Records excerpted from a collection:
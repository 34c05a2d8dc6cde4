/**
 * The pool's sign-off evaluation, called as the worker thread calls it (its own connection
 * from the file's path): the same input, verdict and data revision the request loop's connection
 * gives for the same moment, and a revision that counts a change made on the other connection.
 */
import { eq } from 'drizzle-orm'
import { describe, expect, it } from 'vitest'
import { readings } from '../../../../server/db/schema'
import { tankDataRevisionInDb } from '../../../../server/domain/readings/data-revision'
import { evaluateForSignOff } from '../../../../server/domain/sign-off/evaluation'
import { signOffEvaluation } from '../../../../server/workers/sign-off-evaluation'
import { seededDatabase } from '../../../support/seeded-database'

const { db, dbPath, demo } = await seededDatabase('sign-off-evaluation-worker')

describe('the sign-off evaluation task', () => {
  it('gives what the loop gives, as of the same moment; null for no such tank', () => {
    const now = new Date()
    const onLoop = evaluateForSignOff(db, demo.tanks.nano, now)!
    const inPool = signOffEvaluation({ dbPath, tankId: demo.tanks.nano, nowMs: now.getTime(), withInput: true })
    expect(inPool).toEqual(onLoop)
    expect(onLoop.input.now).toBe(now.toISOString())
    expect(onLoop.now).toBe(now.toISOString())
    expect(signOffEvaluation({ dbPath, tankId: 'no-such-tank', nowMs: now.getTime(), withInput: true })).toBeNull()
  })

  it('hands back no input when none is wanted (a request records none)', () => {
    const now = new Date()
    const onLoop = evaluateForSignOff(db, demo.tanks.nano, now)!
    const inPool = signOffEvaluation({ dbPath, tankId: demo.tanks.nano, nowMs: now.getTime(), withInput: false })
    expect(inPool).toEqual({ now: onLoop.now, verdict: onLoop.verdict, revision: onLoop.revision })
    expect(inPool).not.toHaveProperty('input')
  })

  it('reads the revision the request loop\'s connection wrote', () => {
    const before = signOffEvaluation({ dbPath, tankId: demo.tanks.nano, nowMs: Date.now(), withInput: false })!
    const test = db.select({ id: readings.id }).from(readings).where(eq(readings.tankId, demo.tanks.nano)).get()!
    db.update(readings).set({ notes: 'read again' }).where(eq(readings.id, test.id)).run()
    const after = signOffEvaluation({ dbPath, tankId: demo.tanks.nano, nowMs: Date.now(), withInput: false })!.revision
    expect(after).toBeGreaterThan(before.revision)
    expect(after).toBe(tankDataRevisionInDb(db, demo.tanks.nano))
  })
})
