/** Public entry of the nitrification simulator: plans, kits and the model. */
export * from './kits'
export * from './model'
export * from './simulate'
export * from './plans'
* * *
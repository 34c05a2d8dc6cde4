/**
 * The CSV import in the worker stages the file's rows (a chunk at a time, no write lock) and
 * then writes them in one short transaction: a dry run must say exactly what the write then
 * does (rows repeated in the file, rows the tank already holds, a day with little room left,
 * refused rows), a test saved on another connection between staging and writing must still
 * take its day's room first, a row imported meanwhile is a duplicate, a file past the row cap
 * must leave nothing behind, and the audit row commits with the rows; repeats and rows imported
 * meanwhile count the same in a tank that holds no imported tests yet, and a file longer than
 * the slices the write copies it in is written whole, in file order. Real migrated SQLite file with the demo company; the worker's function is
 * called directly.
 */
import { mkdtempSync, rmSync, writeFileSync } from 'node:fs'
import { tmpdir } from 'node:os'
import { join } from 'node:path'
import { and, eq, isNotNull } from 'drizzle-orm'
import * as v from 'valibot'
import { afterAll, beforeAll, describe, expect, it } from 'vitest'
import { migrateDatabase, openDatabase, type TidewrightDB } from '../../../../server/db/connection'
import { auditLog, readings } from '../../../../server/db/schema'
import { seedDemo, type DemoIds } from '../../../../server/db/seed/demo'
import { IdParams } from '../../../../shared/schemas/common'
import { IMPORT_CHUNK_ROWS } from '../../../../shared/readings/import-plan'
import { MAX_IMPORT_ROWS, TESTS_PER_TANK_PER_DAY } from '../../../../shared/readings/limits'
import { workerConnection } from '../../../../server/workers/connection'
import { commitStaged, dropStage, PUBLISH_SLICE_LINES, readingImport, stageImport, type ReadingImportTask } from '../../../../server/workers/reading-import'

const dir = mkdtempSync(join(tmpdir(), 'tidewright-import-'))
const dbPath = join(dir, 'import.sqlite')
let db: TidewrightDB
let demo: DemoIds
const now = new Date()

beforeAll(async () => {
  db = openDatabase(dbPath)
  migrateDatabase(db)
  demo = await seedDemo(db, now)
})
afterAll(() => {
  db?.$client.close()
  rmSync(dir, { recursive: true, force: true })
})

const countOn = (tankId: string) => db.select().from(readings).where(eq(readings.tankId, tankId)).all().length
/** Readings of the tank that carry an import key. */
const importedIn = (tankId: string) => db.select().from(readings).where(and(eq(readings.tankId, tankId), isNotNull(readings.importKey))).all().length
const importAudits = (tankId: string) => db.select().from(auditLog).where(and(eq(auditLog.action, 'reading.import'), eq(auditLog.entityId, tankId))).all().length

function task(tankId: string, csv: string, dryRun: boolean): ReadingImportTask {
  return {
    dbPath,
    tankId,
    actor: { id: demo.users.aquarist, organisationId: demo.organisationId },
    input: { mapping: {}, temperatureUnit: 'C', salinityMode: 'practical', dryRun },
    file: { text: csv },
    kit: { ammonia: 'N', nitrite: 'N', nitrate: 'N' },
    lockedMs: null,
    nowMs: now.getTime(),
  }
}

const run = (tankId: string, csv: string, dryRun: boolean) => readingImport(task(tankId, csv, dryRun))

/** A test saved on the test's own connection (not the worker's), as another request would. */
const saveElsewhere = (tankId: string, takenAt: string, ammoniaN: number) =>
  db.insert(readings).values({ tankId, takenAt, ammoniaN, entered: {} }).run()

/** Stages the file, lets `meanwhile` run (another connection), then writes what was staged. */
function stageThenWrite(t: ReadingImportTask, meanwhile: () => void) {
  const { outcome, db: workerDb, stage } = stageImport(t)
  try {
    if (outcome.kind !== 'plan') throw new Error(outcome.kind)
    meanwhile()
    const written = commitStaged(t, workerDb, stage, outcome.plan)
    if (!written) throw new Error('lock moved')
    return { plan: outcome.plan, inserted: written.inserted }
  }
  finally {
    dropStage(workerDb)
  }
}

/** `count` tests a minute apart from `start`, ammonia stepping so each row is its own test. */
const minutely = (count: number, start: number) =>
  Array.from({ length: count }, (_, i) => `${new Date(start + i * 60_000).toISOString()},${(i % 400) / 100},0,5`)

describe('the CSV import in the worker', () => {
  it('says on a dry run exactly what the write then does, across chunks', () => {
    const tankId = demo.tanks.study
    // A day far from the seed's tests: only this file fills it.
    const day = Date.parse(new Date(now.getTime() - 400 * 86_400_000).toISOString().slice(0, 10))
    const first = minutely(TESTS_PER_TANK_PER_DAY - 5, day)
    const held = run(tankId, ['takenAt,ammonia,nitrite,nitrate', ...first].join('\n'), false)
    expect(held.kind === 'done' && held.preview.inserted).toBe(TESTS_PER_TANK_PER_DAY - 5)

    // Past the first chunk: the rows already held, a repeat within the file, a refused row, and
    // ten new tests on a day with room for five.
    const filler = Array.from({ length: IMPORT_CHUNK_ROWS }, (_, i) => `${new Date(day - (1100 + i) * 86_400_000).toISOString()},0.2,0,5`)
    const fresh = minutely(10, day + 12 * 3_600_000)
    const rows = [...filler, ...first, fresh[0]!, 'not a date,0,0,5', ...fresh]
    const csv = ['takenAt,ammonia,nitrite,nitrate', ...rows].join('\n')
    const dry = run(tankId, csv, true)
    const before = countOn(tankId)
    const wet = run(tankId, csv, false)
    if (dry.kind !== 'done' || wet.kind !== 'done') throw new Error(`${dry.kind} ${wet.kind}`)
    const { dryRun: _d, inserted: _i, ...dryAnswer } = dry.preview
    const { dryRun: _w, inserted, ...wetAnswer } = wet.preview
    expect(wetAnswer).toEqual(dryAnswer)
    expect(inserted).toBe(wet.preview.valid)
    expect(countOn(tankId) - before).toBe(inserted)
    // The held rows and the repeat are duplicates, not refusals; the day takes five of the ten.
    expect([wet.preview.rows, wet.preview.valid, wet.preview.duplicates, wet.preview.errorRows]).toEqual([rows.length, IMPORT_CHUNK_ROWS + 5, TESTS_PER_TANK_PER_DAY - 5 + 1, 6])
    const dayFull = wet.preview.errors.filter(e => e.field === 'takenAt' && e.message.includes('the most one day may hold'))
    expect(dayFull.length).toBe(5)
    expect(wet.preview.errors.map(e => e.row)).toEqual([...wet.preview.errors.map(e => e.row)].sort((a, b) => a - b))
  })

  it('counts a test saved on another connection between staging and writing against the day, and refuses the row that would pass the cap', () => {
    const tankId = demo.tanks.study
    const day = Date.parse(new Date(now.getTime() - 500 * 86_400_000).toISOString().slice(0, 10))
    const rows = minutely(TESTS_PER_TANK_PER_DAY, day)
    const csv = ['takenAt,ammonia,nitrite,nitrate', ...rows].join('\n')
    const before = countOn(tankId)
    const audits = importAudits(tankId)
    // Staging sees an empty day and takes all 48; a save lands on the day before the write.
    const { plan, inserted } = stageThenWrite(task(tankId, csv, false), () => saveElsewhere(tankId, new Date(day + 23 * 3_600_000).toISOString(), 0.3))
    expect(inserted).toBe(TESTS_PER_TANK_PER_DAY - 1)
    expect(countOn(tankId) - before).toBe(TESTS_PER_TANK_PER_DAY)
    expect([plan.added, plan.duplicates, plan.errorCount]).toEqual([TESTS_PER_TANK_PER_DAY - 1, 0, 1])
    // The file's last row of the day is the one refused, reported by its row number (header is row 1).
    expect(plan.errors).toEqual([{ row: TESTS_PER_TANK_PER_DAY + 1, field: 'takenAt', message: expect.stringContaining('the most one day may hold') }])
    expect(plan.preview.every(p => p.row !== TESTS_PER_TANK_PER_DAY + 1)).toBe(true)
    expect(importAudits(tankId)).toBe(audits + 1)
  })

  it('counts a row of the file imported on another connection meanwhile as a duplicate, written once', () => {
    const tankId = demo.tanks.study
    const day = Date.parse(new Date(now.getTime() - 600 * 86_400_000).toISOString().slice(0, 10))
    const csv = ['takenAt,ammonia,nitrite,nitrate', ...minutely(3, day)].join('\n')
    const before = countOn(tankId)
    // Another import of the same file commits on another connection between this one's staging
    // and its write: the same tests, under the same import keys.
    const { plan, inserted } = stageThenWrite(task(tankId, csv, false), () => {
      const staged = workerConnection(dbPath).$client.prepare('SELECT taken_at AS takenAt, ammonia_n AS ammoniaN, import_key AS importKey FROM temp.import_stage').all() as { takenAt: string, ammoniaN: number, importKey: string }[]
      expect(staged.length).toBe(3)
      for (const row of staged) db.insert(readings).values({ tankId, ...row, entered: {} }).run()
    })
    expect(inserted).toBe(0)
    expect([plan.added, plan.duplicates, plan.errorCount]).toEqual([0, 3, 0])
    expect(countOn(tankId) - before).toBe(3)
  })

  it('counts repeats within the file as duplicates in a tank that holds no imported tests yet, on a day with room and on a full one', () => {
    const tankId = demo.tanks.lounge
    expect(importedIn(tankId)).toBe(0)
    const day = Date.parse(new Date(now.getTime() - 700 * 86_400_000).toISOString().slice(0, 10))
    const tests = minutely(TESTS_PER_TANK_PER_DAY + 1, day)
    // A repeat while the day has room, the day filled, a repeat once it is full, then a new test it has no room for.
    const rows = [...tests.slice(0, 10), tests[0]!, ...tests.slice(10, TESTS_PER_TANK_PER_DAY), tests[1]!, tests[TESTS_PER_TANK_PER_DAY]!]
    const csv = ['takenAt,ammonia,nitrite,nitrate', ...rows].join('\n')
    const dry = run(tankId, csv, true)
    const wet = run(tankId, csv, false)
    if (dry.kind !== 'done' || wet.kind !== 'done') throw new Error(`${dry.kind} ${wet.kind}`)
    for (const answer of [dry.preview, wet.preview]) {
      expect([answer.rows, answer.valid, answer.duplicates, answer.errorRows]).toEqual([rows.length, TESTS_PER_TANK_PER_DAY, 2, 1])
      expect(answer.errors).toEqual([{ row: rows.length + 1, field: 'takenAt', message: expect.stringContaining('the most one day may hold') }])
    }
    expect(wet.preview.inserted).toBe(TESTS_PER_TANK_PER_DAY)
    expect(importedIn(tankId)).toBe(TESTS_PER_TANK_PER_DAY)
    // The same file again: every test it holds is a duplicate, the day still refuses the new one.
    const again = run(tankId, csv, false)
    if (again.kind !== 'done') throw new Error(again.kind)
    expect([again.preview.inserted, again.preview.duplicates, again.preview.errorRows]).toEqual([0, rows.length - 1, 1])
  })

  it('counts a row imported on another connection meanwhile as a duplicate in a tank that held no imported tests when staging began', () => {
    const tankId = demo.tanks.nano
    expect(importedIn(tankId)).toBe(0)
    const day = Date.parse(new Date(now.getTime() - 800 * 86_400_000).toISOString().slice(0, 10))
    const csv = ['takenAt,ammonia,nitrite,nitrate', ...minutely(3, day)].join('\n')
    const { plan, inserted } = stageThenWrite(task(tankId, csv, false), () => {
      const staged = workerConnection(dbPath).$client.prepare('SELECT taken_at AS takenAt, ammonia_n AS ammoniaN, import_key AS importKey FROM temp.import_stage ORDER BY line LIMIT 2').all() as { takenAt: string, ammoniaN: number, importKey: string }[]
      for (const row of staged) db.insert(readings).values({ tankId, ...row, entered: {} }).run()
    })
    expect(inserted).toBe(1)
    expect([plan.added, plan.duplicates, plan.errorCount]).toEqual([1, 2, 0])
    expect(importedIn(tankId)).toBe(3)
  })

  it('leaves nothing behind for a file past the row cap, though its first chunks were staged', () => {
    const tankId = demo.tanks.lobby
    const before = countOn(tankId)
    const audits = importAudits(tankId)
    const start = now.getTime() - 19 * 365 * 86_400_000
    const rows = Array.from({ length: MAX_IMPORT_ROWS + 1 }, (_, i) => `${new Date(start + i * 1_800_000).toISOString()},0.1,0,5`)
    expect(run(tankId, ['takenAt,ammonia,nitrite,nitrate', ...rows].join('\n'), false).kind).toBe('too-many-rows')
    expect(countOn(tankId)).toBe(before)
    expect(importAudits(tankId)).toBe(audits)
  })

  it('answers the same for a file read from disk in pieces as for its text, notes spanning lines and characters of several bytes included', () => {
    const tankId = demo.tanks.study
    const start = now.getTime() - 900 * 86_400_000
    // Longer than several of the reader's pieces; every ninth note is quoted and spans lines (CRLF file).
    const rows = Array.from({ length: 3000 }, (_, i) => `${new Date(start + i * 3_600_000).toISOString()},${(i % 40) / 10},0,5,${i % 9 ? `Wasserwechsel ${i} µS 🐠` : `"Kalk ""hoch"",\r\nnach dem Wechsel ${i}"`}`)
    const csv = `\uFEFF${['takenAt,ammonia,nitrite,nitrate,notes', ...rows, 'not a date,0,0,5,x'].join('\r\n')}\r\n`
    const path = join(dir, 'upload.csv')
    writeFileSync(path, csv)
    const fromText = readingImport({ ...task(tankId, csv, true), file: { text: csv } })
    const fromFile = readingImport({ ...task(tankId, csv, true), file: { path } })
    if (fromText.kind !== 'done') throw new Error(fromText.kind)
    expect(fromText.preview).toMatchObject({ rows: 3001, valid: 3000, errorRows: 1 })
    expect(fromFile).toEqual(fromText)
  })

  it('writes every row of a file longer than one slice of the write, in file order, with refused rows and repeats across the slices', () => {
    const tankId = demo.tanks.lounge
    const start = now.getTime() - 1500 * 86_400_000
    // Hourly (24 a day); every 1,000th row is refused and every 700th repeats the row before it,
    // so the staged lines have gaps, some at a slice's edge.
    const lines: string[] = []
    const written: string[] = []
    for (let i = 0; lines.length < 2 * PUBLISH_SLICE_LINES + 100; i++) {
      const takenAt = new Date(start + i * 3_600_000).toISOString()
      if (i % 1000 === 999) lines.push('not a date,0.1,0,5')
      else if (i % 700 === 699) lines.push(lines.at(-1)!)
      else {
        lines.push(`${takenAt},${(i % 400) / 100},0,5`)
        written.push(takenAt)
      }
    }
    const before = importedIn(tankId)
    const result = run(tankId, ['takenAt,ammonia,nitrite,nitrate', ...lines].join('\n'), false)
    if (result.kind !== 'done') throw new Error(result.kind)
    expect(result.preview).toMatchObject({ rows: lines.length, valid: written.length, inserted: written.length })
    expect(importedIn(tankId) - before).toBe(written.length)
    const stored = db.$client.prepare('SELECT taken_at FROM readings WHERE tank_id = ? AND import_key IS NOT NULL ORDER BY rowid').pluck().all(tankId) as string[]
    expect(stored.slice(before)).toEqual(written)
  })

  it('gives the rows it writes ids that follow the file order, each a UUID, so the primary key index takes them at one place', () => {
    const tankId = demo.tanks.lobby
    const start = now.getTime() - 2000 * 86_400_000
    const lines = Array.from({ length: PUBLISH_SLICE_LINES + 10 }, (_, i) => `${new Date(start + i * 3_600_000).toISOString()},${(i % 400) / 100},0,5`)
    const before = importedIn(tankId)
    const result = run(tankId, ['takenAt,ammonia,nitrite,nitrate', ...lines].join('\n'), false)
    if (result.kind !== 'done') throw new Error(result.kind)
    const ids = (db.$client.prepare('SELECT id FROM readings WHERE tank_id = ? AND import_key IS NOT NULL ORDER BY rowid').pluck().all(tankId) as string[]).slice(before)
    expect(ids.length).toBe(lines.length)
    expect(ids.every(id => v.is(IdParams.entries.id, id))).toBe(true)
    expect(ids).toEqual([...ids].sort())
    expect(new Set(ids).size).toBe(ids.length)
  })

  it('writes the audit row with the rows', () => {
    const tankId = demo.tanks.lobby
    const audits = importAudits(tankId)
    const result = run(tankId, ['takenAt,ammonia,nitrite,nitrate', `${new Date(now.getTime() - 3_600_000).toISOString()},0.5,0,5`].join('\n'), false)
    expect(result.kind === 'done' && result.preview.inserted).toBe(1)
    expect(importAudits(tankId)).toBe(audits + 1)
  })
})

TASK TO CARRY OUT: Please count the lines above that contain the word "request", and reply with the number alone.

RESPONSE TO THE TASK: 4